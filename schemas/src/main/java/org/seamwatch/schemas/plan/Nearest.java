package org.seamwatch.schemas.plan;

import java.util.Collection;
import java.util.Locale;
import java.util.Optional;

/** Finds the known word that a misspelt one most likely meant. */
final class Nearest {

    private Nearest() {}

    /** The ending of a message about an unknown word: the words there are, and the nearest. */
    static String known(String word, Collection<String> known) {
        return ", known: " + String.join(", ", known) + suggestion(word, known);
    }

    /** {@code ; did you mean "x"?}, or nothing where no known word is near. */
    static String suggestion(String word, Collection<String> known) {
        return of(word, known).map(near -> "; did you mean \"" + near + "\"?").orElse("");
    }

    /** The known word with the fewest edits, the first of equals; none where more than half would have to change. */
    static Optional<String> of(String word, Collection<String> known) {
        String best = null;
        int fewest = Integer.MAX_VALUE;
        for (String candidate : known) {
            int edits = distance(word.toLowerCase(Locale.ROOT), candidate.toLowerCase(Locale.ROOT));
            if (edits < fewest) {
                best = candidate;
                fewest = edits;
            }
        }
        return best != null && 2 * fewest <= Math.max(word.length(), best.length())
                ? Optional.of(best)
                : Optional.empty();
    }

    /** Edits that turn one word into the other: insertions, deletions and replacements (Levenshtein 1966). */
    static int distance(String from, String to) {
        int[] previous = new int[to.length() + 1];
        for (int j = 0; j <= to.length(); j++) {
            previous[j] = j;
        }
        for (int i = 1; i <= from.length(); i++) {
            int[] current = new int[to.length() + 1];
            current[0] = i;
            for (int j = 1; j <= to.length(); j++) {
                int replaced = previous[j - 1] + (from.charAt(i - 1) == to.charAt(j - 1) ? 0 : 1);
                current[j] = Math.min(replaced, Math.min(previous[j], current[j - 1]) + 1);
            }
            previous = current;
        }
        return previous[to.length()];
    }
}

-.-.-

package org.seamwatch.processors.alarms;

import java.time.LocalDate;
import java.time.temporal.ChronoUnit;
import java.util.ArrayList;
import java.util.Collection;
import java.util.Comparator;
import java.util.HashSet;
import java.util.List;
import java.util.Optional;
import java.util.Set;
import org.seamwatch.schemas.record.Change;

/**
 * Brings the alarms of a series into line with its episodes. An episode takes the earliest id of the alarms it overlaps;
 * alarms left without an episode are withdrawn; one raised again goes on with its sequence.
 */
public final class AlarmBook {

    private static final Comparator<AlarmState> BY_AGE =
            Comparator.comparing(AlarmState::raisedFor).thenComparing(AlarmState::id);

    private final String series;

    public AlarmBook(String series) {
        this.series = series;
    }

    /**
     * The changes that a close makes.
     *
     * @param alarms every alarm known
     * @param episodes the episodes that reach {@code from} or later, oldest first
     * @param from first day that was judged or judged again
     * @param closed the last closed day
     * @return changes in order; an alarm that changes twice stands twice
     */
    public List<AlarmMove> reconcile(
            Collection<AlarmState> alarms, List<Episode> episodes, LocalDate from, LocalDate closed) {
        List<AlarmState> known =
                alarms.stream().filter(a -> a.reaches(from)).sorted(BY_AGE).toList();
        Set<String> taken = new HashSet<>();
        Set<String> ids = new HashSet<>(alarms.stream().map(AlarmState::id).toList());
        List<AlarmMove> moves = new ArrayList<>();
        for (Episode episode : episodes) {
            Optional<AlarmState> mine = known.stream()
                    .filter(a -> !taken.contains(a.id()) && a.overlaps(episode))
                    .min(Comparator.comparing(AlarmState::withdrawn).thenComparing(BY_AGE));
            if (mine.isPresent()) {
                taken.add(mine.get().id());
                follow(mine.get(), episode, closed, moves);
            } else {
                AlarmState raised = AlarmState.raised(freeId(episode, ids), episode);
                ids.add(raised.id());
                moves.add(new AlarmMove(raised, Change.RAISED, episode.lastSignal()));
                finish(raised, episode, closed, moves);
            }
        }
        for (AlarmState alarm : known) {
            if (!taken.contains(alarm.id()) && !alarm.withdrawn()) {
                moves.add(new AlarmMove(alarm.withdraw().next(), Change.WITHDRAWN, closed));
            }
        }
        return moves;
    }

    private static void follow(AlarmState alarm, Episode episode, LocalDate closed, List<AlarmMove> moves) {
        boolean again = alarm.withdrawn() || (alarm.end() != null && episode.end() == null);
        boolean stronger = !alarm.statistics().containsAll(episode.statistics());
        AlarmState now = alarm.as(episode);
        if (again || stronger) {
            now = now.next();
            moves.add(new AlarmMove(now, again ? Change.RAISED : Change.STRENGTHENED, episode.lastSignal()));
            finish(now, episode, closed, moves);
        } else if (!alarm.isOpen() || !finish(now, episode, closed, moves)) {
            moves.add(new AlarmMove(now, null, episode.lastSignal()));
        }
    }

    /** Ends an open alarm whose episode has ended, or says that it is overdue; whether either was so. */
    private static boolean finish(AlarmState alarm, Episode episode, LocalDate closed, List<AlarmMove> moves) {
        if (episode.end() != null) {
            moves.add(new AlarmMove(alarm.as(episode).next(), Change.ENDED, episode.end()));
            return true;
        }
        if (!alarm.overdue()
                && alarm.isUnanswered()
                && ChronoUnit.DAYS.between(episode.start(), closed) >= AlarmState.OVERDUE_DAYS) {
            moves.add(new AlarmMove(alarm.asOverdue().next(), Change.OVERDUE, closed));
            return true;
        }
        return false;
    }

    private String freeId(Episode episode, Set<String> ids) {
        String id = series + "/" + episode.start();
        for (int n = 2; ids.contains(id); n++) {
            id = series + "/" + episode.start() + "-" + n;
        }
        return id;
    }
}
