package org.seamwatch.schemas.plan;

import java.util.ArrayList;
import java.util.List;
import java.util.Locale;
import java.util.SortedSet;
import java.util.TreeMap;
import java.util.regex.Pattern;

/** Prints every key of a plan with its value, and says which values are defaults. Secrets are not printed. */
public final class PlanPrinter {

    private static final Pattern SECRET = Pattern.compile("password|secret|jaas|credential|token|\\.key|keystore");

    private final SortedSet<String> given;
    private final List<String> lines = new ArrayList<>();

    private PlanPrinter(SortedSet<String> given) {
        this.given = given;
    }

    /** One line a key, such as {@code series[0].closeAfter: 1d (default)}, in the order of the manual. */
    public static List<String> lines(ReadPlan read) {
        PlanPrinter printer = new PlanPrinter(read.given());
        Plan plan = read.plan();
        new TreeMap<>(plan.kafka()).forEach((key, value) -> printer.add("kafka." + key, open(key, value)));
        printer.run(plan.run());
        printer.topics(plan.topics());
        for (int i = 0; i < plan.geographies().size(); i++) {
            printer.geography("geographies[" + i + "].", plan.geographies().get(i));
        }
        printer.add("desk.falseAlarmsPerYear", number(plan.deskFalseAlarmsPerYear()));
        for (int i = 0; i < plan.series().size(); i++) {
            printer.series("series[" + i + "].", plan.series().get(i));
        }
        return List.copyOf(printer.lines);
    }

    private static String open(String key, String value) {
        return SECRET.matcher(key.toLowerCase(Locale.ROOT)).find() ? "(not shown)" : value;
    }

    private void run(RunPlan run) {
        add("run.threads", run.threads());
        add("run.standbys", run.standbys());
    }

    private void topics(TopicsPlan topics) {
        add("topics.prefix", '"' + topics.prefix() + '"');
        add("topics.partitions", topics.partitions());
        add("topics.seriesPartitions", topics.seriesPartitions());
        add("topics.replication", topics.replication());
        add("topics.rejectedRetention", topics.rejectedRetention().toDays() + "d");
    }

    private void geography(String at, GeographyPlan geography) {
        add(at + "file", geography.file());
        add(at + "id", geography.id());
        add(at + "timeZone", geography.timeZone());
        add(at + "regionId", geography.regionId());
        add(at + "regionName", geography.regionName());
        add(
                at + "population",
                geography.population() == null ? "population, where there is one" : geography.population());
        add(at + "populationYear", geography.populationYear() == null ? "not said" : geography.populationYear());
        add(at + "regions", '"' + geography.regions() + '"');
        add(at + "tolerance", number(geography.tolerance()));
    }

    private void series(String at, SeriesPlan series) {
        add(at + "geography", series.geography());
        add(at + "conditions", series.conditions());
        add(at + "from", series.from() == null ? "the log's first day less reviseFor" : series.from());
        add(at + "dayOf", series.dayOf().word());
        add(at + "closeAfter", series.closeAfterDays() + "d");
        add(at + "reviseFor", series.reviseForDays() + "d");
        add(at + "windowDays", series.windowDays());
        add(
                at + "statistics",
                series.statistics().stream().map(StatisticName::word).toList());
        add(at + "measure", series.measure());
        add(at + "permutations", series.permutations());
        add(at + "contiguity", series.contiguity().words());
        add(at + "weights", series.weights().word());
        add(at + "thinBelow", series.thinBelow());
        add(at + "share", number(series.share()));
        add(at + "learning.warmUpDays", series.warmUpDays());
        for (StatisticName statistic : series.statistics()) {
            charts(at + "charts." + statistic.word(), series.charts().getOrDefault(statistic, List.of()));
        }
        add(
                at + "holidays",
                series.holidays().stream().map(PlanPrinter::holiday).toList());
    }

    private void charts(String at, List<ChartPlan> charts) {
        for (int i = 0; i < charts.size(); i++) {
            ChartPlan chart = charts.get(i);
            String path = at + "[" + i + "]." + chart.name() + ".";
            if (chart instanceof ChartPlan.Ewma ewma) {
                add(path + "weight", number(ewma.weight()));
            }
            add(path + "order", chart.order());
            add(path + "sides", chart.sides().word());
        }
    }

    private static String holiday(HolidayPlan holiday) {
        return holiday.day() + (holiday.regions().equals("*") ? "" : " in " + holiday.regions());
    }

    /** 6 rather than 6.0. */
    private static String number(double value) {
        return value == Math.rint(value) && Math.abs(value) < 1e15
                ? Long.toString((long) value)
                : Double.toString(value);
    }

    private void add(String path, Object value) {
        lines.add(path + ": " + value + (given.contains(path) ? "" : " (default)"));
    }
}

-.-.-

» Task brief: In the listing above, find each line where "finish" occurs and copy it.

» Written solution:
                finish(raised, episode, closed, moves);
            finish(now, episode, closed, moves);
        } else if (!alarm.isOpen() || !finish(now, episode, closed, moves)) {
    private static boolean finish(AlarmState alarm, Episode episode, LocalDate closed, List<AlarmMove> moves) {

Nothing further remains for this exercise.